I remember one specific teacher in college who evaluated all sermons based on how well they followed the following structure: an introduction, three main points, and an invitation.  His students’ sermons were judged on how closely they followed that outline.

But, in my experience of preaching to oral learners here in Mozambique, it has been easy to see the need for a different approach.  Primarily illiterate audiences quickly tune out this kind of didactic preaching, whereas the use of proverbs, stories, and clever turns of phrases are particularly useful.  As an aside, I have found that personification of non-animals (for example, having a tree or mountain speak as part of a story or parable) has been especially interesting to the oral learners we work with.

So, instead of structuring one’s preaching along the lines of three points and a poem, I would suggest that any preacher who wants to effectively address oral learners should have only one main point.  That’s right – hone in on one key point.  But, be sure to flesh out the implications of that one idea or text in three main aspects of the hearer’s lives:
Head – Transformational preaching gives oral learners a new way of understanding the world.  This new way of thinking is essential as it addresses orthodoxy (correct belief).
Heart – Transformational preaching among oral learners uses stories and parables to harness emotion.  Orthopathy (correct passions and desires) is the fuel that gives energy to lead a transformed life.

Hands – Transformational preaching for oral learners will address the intended impact of this teaching in practical everyday ways.  How does this sermon’s one point affect the lives of the men, women and children in the audience?  Transformed followers of Jesus live lives marked by orthopraxy (correct practices).
If the goal of preaching is transformation, then we must have a holistic approach and intentionally address the hearer’s head, heart and hands.

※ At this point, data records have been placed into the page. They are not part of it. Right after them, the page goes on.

/* bench/small_textbook.c: the loop a user would write by hand from a numerical-analysis text, for `make bench`:
   right-looking LU with partial pivoting on a column-major matrix, n at run time, branches where they skip work. */
#include "small_textbook.h"

#define TEXTBOOK(T, F, S)                                                                                   \
int F(int n, T *a, int lda, int *ipiv)                                                                    \
{                                                                                                         \
    int info = 0;                                                                                         \
    for (int k = 0; k < n; ++k) {                                                                         \
        int p = k;                                                                                        \
        T big = a[k + k * lda] < 0 ? -a[k + k * lda] : a[k + k * lda];                                    \
        for (int i = k + 1; i < n; ++i) {                                                                 \
            T v = a[i + k * lda] < 0 ? -a[i + k * lda] : a[i + k * lda];                                  \
            if (v > big) { big = v; p = i; }                                                              \
        }                                                                                                 \
        ipiv[k] = p;                                                                                      \
        if (p != k)                                                                                       \
            for (int j = 0; j < n; ++j) { T t = a[k + j * lda]; a[k + j * lda] = a[p + j * lda]; a[p + j * lda] = t; } \
        if (a[k + k * lda] == 0) { if (info == 0) info = k + 1; continue; }                               \
        for (int i = k + 1; i < n; ++i) a[i + k * lda] /= a[k + k * lda];                                 \
        for (int j = k + 1; j < n; ++j)                                                                   \
            for (int i = k + 1; i < n; ++i) a[i + j * lda] -= a[i + k * lda] * a[k + j * lda];            \
    }                                                                                                     \
    return info;                                                                                          \
}                                                                                                         \
void S(int n, const T *lu, int lda, const int *ipiv, T *b)                                                \
{                                                                                                         \
    for (int k = 0; k < n; ++k) { int p = ipiv[k]; if (p != k) { T t = b[k]; b[k] = b[p]; b[p] = t; } }    \
    for (int j = 0; j < n; ++j)                                                                           \
        for (int i = j + 1; i < n; ++i) b[i] -= lu[i + j * lda] * b[j];                                   \
    for (int j = n - 1; j >= 0; --j) {                                                                    \
        b[j] /= lu[j + j * lda];                                                                          \
        for (int i = 0; i < j; ++i) b[i] -= lu[i + j * lda] * b[j];                                       \
    }                                                                                                     \
}

TEXTBOOK(double, tb_dgetrf, tb_dgetrs)
TEXTBOOK(float, tb_sgetrf, tb_sgetrs)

In my mind, preaching in this way is like using three different levers to lift up all sides of a person’s life.  In neglecting any one of these three areas, we lose power for assisting oral learners up into the transformed life.

Additionally, as we consider carefully the problem of reproducibility, I think this simple (hopefully not simplistic!) approach to preaching is one that can be passed on to our Mozambican friends as they learn good habits in their own preaching and teaching for calling one another to lives for the glory of God.

May God bless his servants working among primarily oral learners to preach in ways that are truly transformational.